B. Temperature; these m.o. tolerate
temperatures of 25 - 40 C, but the optimum is
37 C.
C. CO2; these m.o. Require 10% CO2 for their
growth which is provided by candle jar.
D. Isovitalex (1%) added to the culture media
can enhance the growth of the m.o.

Cultural characteristics:
On broth medium; the medium does not
become turbid .
On solid media; in young cultures they have
strong iridescence or some times are
described as dew-like colonies, while in old
cultures the colonies are rough and not
glistening. Also, the growth have a bleach
–like or mousy odour. Such odours can be
smelled from the mouth of patients when
infected with H. influenzae.
Isolation of H. influenzae:
1) Bacitracin can be added to the media to
make more selective.
Satellite phenomenon (Satellitism); around
the growth of Staphylococcus aureus , the
colonies of H. influenzae will be larger. This
is because staph. provides an extra amount
of V factor which enhances the size of the
colonies .
Antigenic structure and factors of pathogenicity:
1. Capsule: composed of polyribose ribitol phosphate (PRP) the m.o. can be typed into 6
serotypes (a – f). The most important and virulent type is H. influenzae type b. Type ( a ) can
cause chronic sinusitis, and (e )and (f ) may cause post-operative infections.

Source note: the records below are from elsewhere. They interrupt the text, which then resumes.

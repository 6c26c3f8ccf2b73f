import type { RawLayer } from '../raw-layer.ts';
import { notGeoJson, readGeometry } from './geojson-geometry.ts';
import { byte, type JsonBytes } from './json-bytes.ts';

/** A feature that is the whole file. */
export interface LoneFeature {
	id: string | number | null;
	properties: object | null;
}

/** One feature (RFC 7946, section 3.2) into the layer. */
export function readFeature(json: JsonBytes, layer: RawLayer): void {
	json.feature = layer.regions + 1;
	if (json.peek() !== byte.openObject) throw notGeoJson(json, 'a feature is not an object');
	json.at++;
	layer.startRegion();
	let id: string | number | null = null;
	let properties: object | null = null;
	let geometries = 0;
	if (json.peek() === byte.closeObject) json.at++;
	else {
		do {
			const name = json.string();
			json.take(byte.colon);
			if (name === 'geometry') {
				if (geometries++) throw notGeoJson(json, 'a feature has two geometries');
				readGeometry(json, layer);
			} else if (name === 'properties') properties = objectOrNull(json.value());
			else if (name === 'id') id = idOf(json.value());
			else json.skip();
		} while (json.another(byte.closeObject));
	}
	layer.table.add(id, properties);
}

export const objectOrNull = (value: unknown) =>
	typeof value === 'object' && !Array.isArray(value) ? value : null;

export const idOf = (value: unknown) =>
	typeof value === 'string' || typeof value === 'number' ? value : null;

export const nameOf = (value: unknown) => (typeof value === 'string' ? value : null);
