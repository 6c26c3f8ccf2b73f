import { slack, type Prepared } from './prepare.ts';
import type { Plan } from './problem.ts';

/** By how much a plan fails to keep the tolerances: its worst territory, and how many fail. */
export function shortfall({ problem, bound }: Prepared, { deviations }: Plan): string {
	let [over, territory, measure] = [slack, -1, -1];
	let count = 0;
	for (let t = 0; t < problem.territories.length; t++) {
		let outside = false;
		for (const m of bound) {
			const by = Math.abs(deviations[m][t]) - (problem.measures[m].tolerance ?? 0);
			if (by > slack) outside = true;
			if (by > over) [over, territory, measure] = [by, t, m];
		}
		if (outside) count++;
	}
	if (territory < 0) return '';
	const deviation = deviations[measure][territory];
	const of = bound.length > 1 ? ` for ${problem.measures[measure].name}` : '';
	const side = deviation > 0 ? 'over' : 'under';
	const more = count > 1 ? ` ${count} territories are outside.` : '';
	const allowed = problem.measures[measure].tolerance ?? 0;
	const stays = `Territory @${territory} stays ${percent(Math.abs(deviation), allowed)} ${side}`;
	return `${stays}${of}; ${percent(allowed)} is allowed.${more}`;
}

/** In tenths of a per cent, or thousandths where tenths would show `share` as just what is allowed. */
function percent(share: number, allowed = 0): string {
	const tenths = Math.round(share * 1000);
	const hides = allowed > 0 && tenths === Math.round(allowed * 1000);
	return `${hides ? Math.round(share * 100_000) / 1000 : tenths / 10} %`;
}
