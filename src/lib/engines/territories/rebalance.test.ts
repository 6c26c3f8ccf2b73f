import { describe, expect, it } from 'vitest';
import { gridGraph, plainProblem } from '../../../../tests/support/territories.ts';
import { checkPlan } from './check-plan.ts';
import type { Proposed, TerritoryProblem, Watch } from './problem.ts';
import { rebalance } from './rebalance.ts';

/** A square cut into square quarters, or by `divide`, with the given bases. */
function squares(
	side: number,
	divide: (x: number, y: number) => number,
	bases: number[],
	tolerance = 0.1,
): TerritoryProblem {
	const graph = gridGraph(side);
	const today = Int32Array.from({ length: side * side }, (_, i) =>
		divide(i % side, Math.floor(i / side)),
	);
	const load = new Float64Array(side * side).fill(1);
	return { ...plainProblem(graph, load, today, bases, tolerance), effort: 'quick' };
}

const quarters = (half: number) => (x: number, y: number) =>
	(x < half ? 0 : 1) + (y < half ? 0 : 2);

async function planFor(problem: TerritoryProblem, watch?: Watch): Promise<Proposed> {
	const result = await rebalance(problem, watch);
	if (result.status !== 'proposed') throw new Error(`${result.status}: ${result.message}`);
	expect(checkPlan(problem, result)).toEqual([]);
	return result;
}

describe('rebalance', () => {
	it('leaves alone what is within tolerance, and proves that nothing need move', async () => {
		const plan = await planFor(squares(8, quarters(4), [0, 7, 56, 63]));
		expect(plan.moves).toEqual([]);
		expect([plan.lowerBound, plan.proved]).toEqual([0, true]);
	});

	it('hands a leaver’s units on, each a compulsory move', async () => {
		const problem = squares(8, quarters(4), [0, 7, 56, -1]);
		problem.territories[3].closing = true;
		const plan = await planFor(problem);
		expect(plan.moves.filter(({ compulsory }) => compulsory)).toHaveLength(16);
		expect(plan.assignment).not.toContain(3);
	});

	it('grows a new hire from the base alone', async () => {
		const problem = squares(8, (x, y) => (x === 7 && y === 7 ? 2 : x < 4 ? 0 : 1), [0, 7, 63]);
		const plan = await planFor(problem);
		const grown = plan.assignment.filter((t) => t === 2).length;
		expect(Math.abs(grown / (64 / 3) - 1)).toBeLessThanOrEqual(0.1);
	});

	it('starts a territory that has neither base nor unit', async () => {
		const problem = squares(8, (x) => (x < 4 ? 0 : 1), [0, 7, -1]);
		const plan = await planFor(problem);
		expect(plan.assignment).toContain(2);
	});

	it('mends a torn territory by the cheaper of giving away and linking', async () => {
		// a single cell of the first quarter lies in the far corner of the last one
		const stray = squares(
			8,
			(x, y) => (x === 7 && y === 7 ? 0 : quarters(4)(x, y)),
			[0, 7, 56, 45],
		);
		const plan = await planFor(stray);
		expect(plan.moves).toEqual([{ unit: 63, from: 0, to: 3, compulsory: true }]);
	});

	it('says by how much a stopped run fails, with the best so far', async () => {
		const problem = squares(16, (x) => (x < 11 ? 0 : 1), [0, 15]);
		const result = await rebalance(problem, { cancelled: () => true });
		expect(result.status).toBe('undecided');
		if (result.status !== 'undecided') return;
		expect(result.message).toBe(
			'The run was stopped. Territory @0 stays 37.5 % over; 10 % is allowed. 2 territories are outside.',
		);
		expect(checkPlan(problem, result.best!, { tolerances: false })).toEqual([]);
	});

	it('tells how far it is by shares that never fall', async () => {
		const shares: number[] = [];
		const progress = (_: string, share: number) => shares.push(share);
		await planFor(
			squares(16, (x) => (x < 11 ? 0 : 1), [0, 15]),
			{ progress },
		);
		expect(shares.length).toBeGreaterThan(4);
		expect(shares.every((share, i) => share <= 1 && share >= (shares[i - 1] ?? 0))).toBe(true);
	});
});
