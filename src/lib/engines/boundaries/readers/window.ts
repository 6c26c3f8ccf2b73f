import { Refusal } from '../refusal.ts';
import type { ByteReader, ByteSource } from '../options.ts';
import type { JsonBytes } from './json-bytes.ts';

const usualBytes = 1024 * 1024;

/** Reads chunks into a memory; what does not fit of one is kept for the next time. */
function readerOf(source: AsyncIterable<Uint8Array>): ByteReader {
	const chunks = source[Symbol.asyncIterator]();
	let rest: Uint8Array = new Uint8Array(0);
	return {
		async read(memory) {
			while (rest.length === 0) {
				const { value, done } = await chunks.next();
				if (done) return 0;
				rest = value;
			}
			const taken = rest.subarray(0, memory.length);
			memory.set(taken);
			rest = rest.subarray(taken.length);
			return taken.length;
		},
		async close() {
			await chunks.return?.();
		},
	};
}

/**
 * Slides the reader's window along a file: what was not used is kept, and what follows is added.
 * When nothing at all was used the next helping is as large as the window, so that a feature of any
 * size is started again only a few times. The window's memory is used again for every helping.
 */
export class Window {
	done = false;
	private input: ByteReader;
	private readBytes = 0;
	private memory = new Uint8Array(2 * usualBytes);

	constructor(
		private source: ByteSource,
		private json: JsonBytes,
	) {
		this.input = source.reader?.() ?? readerOf(source.chunks());
	}

	/** True when there is something to read; false when the reader is done. */
	async more(): Promise<boolean> {
		const { json } = this;
		if (this.done) return false;
		const kept = json.bytes.subarray(json.at);
		const wanted = kept.length + Math.max(usualBytes, kept.length);
		// one byte more, for the end mark that the reader sets
		if (wanted >= this.memory.length) this.memory = new Uint8Array(Math.ceil(wanted * 1.5));
		this.memory.set(kept);
		let length = kept.length;
		while (length < wanted && !json.last) {
			const added = await this.input.read(this.memory.subarray(length, wanted));
			if (added === 0) json.last = true;
			length += added;
		}
		const added = length - kept.length;
		json.base += json.at;
		json.at = 0;
		json.hold(this.memory, length);
		if (this.readBytes === 0) this.checkStart();
		this.readBytes += added;
		return true;
	}

	/** Lets go of the source, whether or not all of it was read. */
	async close(): Promise<void> {
		await this.input.close();
	}

	share(): number {
		return this.source.size ? Math.min(1, (this.json.base + this.json.at) / this.source.size) : 0;
	}

	/** Skips a UTF-8 mark; refuses the marks of other encodings. */
	private checkStart(): void {
		const { json } = this;
		const [a, b, c] = json.bytes;
		if (json.bytes.length === 0) throw new Refusal('empty-file', 'The file is empty.');
		if (a === 0xef && b === 0xbb && c === 0xbf) json.at = 3;
		if ((a === 0xff && b === 0xfe) || (a === 0xfe && b === 0xff)) {
			throw new Refusal('not-json', 'The file is in UTF-16; GeoJSON is written in UTF-8.');
		}
	}
}
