import { strToU8, zipSync } from 'fflate';
import { describe, expect, it } from 'vitest';
import { writeGeoPackage } from '../../../../../tests/support/geopackage.ts';
import {
	accepted,
	box,
	collection,
	refusal,
} from '../../../../../tests/support/read-boundaries.ts';
import { shapefileMembers } from '../../../../../tests/support/shapefile.ts';

const two = [box('a', 0, 0, 1, 1), box('b', 1, 0, 2, 1)].map((feature) => ({
	...feature,
	properties: { code: feature.id },
}));
const json = strToU8(JSON.stringify(collection(two)));
const wgs84 =
	'GEOGCS["WGS 84",DATUM["WGS_1984",SPHEROID["WGS 84",6378137,298.257223563]],PRIMEM["Greenwich",0],UNIT["degree",0.0174532925199433]]';
const layer = (name: string) => shapefileMembers({ features: two, prj: wgs84, name });

describe('an archive', () => {
	it('with several shapefiles asks which, telling what each holds', async () => {
		const points = new Uint8Array(100);
		const view = new DataView(points.buffer);
		view.setInt32(0, 9994);
		view.setInt32(24, 50);
		view.setInt32(32, 1, true);
		const zip = zipSync({ ...layer('wards'), ...layer('deep/parishes'), 'stops.shp': points });
		const { code, question } = await refusal(zip);
		expect(code).toBe('layer-needed');
		expect(question).toMatchObject({ about: 'layer', free: false });
		expect(question?.choices.map(({ value, words }) => `${value}: ${words}`)).toEqual([
			'wards: 2 features with areas, in WGS 84.',
			'parishes: 2 features with areas, in WGS 84.',
		]);
		expect(question?.found.layers.map(({ name, areas }) => [name, areas])).toEqual([
			['wards', true],
			['parishes', true],
			['stops', false],
		]);
		const read = await accepted(zip, { layer: 'parishes' });
		expect(read.found.layers).toHaveLength(3);
		expect(read.source).toMatchObject({ format: 'Shapefile', layer: 'parishes' });
	});

	it('tells layers of the same name apart by their folders', async () => {
		const zip = zipSync({ ...layer('2023/wards'), ...layer('2024/wards') });
		const { question } = await refusal(zip);
		expect(question?.choices.map(({ value }) => value)).toEqual(['2023/wards', '2024/wards']);
		expect((await accepted(zip, { layer: '2024/wards' })).coverage.keys).toEqual(['a', 'b']);
	});

	it('with several other files takes each as a layer, and its own layers inside it', async () => {
		const inner = ['wards', 'regions'].map((name) => ({ name, features: two }));
		const zip = zipSync({
			'plain.geojson': json,
			'both.gpkg': await writeGeoPackage(inner),
			'readme.txt': strToU8('hello'),
		});
		const outer = await refusal(zip);
		expect(outer.question?.choices.map(({ value }) => value)).toEqual(['plain', 'both']);
		expect((await accepted(zip, { layer: 'plain' })).source.layer).toBe('plain');
		const asked = await refusal(zip, { layer: 'both' });
		expect(asked.question?.choices.map(({ value }) => value)).toEqual([
			'both/wards',
			'both/regions',
		]);
		const [, regions] = asked.question?.choices ?? [];
		expect((await accepted(zip, regions.options)).coverage.keys).toEqual(['a', 'b']);
	});

	it('of one file is that file', async () => {
		const { source } = await accepted(zipSync({ 'data.json': json, 'readme.txt': strToU8('x') }));
		expect(source.format).toBe('GeoJSON');
	});

	it('inside an archive is refused, whatever it is called', async () => {
		const inner = zipSync({ 'a.geojson': json });
		for (const name of ['inner.zip', 'inner.kmz', 'inner.geojson']) {
			const { code, message } = await refusal(zipSync({ [name]: inner }));
			expect([code, message]).toEqual([
				'unsupported-format',
				expect.stringContaining('another archive'),
			]);
		}
	});

	it('with nothing to read says what it holds', async () => {
		const { message } = await refusal(zipSync({ 'readme.txt': strToU8('x') }));
		expect(message).toContain('readme.txt');
	});
});
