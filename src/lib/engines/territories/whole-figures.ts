import type { FigureContext } from './figure-context.ts';
import type { MeasureSummary, PlanFigures, TerritoryFigures, UnitShare } from './figures-of.ts';
import { largestOf } from './territory-figures.ts';
import { counted as countedWords } from './words.ts';

/** What sums and extremes over the plan need of each territory, in flat arrays: fast to walk. */
export interface Tally {
	/** `m * territories + t` */
	deviation: Float64Array;
	gained: Float64Array;
	outside: Uint8Array;
	/** by territory */
	gainedUnits: Uint32Array;
	gainedCost: Float64Array;
	cut: Uint32Array;
	torn: Uint8Array;
}

export function newTally(measures: number, k: number): Tally {
	return {
		deviation: new Float64Array(measures * k),
		gained: new Float64Array(measures * k),
		outside: new Uint8Array(measures * k),
		gainedUnits: new Uint32Array(k),
		gainedCost: new Float64Array(k),
		cut: new Uint32Array(k),
		torn: new Uint8Array(k),
	};
}

/** Notes the figures of one territory. */
export function tallyUp(tally: Tally, t: number, of: TerritoryFigures): void {
	of.measures.forEach(({ deviation, gained, outside }, m) => {
		const at = m * tally.cut.length + t;
		tally.deviation[at] = deviation;
		tally.gained[at] = gained;
		tally.outside[at] = outside ? 1 : 0;
	});
	tally.gainedUnits[t] = of.gainedUnits;
	tally.gainedCost[t] = of.gainedCost;
	tally.cut[t] = of.cutBorders;
	tally.torn[t] = of.torn ? 1 : 0;
}

/** Figures over the whole plan. Time grows with territories alone. `without`: units without territory. */
export function wholeFigures(
	context: FigureContext,
	tally: Tally,
	without: readonly number[],
	largestUnits: (UnitShare | null)[],
): Omit<PlanFigures, 'territories'> {
	const { problem } = context;
	const dropped = without.filter((u) => problem.today[u] >= 0);
	const units = problem.graph.count;
	const movedUnits = sum(tally.gainedUnits) + dropped.length;
	const droppedCost = dropped.reduce((all, u) => all + (problem.cost ? problem.cost[u] : 1), 0);
	const unitsPerTerritory = units / context.staying;
	return {
		measures: problem.measures.map((_, m) => {
			const { name, tolerance } = problem.measures[m];
			const largestUnit = largestUnits[m];
			const hard =
				tolerance === null ? null : hardTolerance(name, tolerance, unitsPerTerritory, largestUnit);
			return { ...summary(context, m, tally, dropped), largestUnit, hard };
		}),
		unitsPerTerritory,
		movedUnits,
		movedShare: units > 0 ? movedUnits / units : 0,
		movedCost: sum(tally.gainedCost) + droppedCost,
		unassigned: without.length,
		cutBorders: { before: context.cutToday, after: sum(tally.cut) / 2 },
		torn: marked(tally.torn),
	};
}

function sum(values: Float64Array | Uint32Array): number {
	let total = 0;
	for (let i = 0; i < values.length; i++) total += values[i];
	return total;
}

function marked(marks: Uint8Array): number[] {
	const places: number[] = [];
	for (let t = 0; t < marks.length; t++) if (marks[t]) places.push(t);
	return places;
}

function summary(
	{ problem, totals }: FigureContext,
	m: number,
	tally: Tally,
	dropped: readonly number[],
): Omit<MeasureSummary, 'largestUnit' | 'hard'> {
	const k = tally.cut.length;
	const deviation = tally.deviation.subarray(m * k, m * k + k);
	const { values } = problem.measures[m];
	let [sizes, counted, territory] = [0, 0, -1];
	for (let t = 0; t < k; t++) {
		const size = Math.abs(deviation[t]);
		if (Number.isNaN(size)) continue;
		sizes += size;
		counted++;
		if (territory < 0 || size > Math.abs(deviation[territory])) territory = t;
	}
	const moved =
		sum(tally.gained.subarray(m * k, m * k + k)) + dropped.reduce((all, u) => all + values[u], 0);
	return {
		largest: { territory, deviation: territory < 0 ? NaN : deviation[territory] },
		mean: counted > 0 ? sizes / counted : NaN,
		outside: marked(tally.outside.subarray(m * k, m * k + k)),
		moved,
		movedShare: totals[m] > 0 ? moved / totals[m] : 0,
	};
}

/** The heaviest unit of each measure against the target of a full capacity. */
export function largestUnits({ problem, fullTargets }: FigureContext): (UnitShare | null)[] {
	return problem.measures.map(({ values }, m) => largestOf(values, values.keys(), fullTargets[m]));
}

/**
 * A sentence when a tolerance is hard to meet for the size of the units, else null: below two mean units
 * to either side (a rule of thumb from trials of our own: 31 units a territory met 10 % with ease and 5 %
 * barely), or below the heaviest unit.
 */
export function hardTolerance(
	name: string,
	tolerance: number,
	perTerritory: number,
	largest: UnitShare | null,
): string | null {
	const percent = (share: number) => `${Number((100 * share).toFixed(1))} %`;
	const few = tolerance * perTerritory < 2;
	const heavy = largest !== null && largest.share > tolerance;
	if (!few && !heavy) return null;
	const mean = countedWords(Math.round(10 * perTerritory) / 10, 'unit', 'units');
	const size = few ? [`a territory has ${mean} on average, each ${percent(1 / perTerritory)}`] : [];
	const most = heavy ? [`#${largest.unit} alone is ${percent(largest.share)}`] : [];
	return `A tolerance of ${percent(tolerance)} for ${name} is hard to meet: ${[...size, ...most].join(', and ')} of a target.`;
}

It has anti-phogocytic function in the absence of anti-capsular antibodies.
2. Somatic antigens (P and M); P constitutes much of the bacterial body, while M is a labile
surface antigen.
3. Endotoxin
Pathogenesis of H. Influenzae type b:
The non-capsulated m.o. is not pathogenic ( may be part of the normal flora of the mouth
and upper respiratory tract).
The capsulated H. influenzae type - b is virulent m.o. and can cause :
1. suppurative R.T. Infections .
2. Otitis media; it is a common cause.
3. Meningitis; most common cause in children of age 5 months to 5 years.
4. It can cause bronchitis ,pneumonitis or empyema .
5. Septic arthritis and cellulitis.
This infection could start as Upper R.T. Infection and then spread to the middle ear,
meninges or joints.

Diagnostic laboratory tests:
1. Specimens: Nasopharyngeal swabs, pus, blood, and spinal fluid.
2. Direct identification; by
a) immunofluorescent (FA),
b) Quellung reaction for capsule swelling test,
c) or commercial kits for identification of H. influenzae antigens in the CSF.
3. Culture
Immunity:
1. Infants under age 3 months may have
antibodies transmitted from the mother.
During this time the infection is rare
2.Unimmunized children by the age of 3 - 5
years have anti- PRP antibodies.
3. Immunization of children with H.
influenzae type b conjugate vaccine induces
anti- PRP antibodies.
Treatment:
Mortality rate from H. influezae meningitis
may reach up to 90%.
Many strains of this m.o. are sensitive to
ampicillin and 25% of them are beta
lactamases producer. most strains are
susceptible to chloramphenicol. So,
combined use of ampicillin and
chloramphenicol in the treatment of
meningitis is important to prevent
neurological complications and. Moreover,
cefotaxime may also give excellent results .
Subdural fluid accumulation after meningitis
requires surgical drainage.
Epidemiology, Prevention & Control:
1. Haemophilus b conjugate vaccine to children can prevent infections. Also, this vaccine
reduces the carrier rates of H. influenzae.
2. Prophylactic rifampin to exposed nonimmune children under 4 years of age is
recommended.
3. The capsulated m.o. is transmitted from person to person by respiratory route.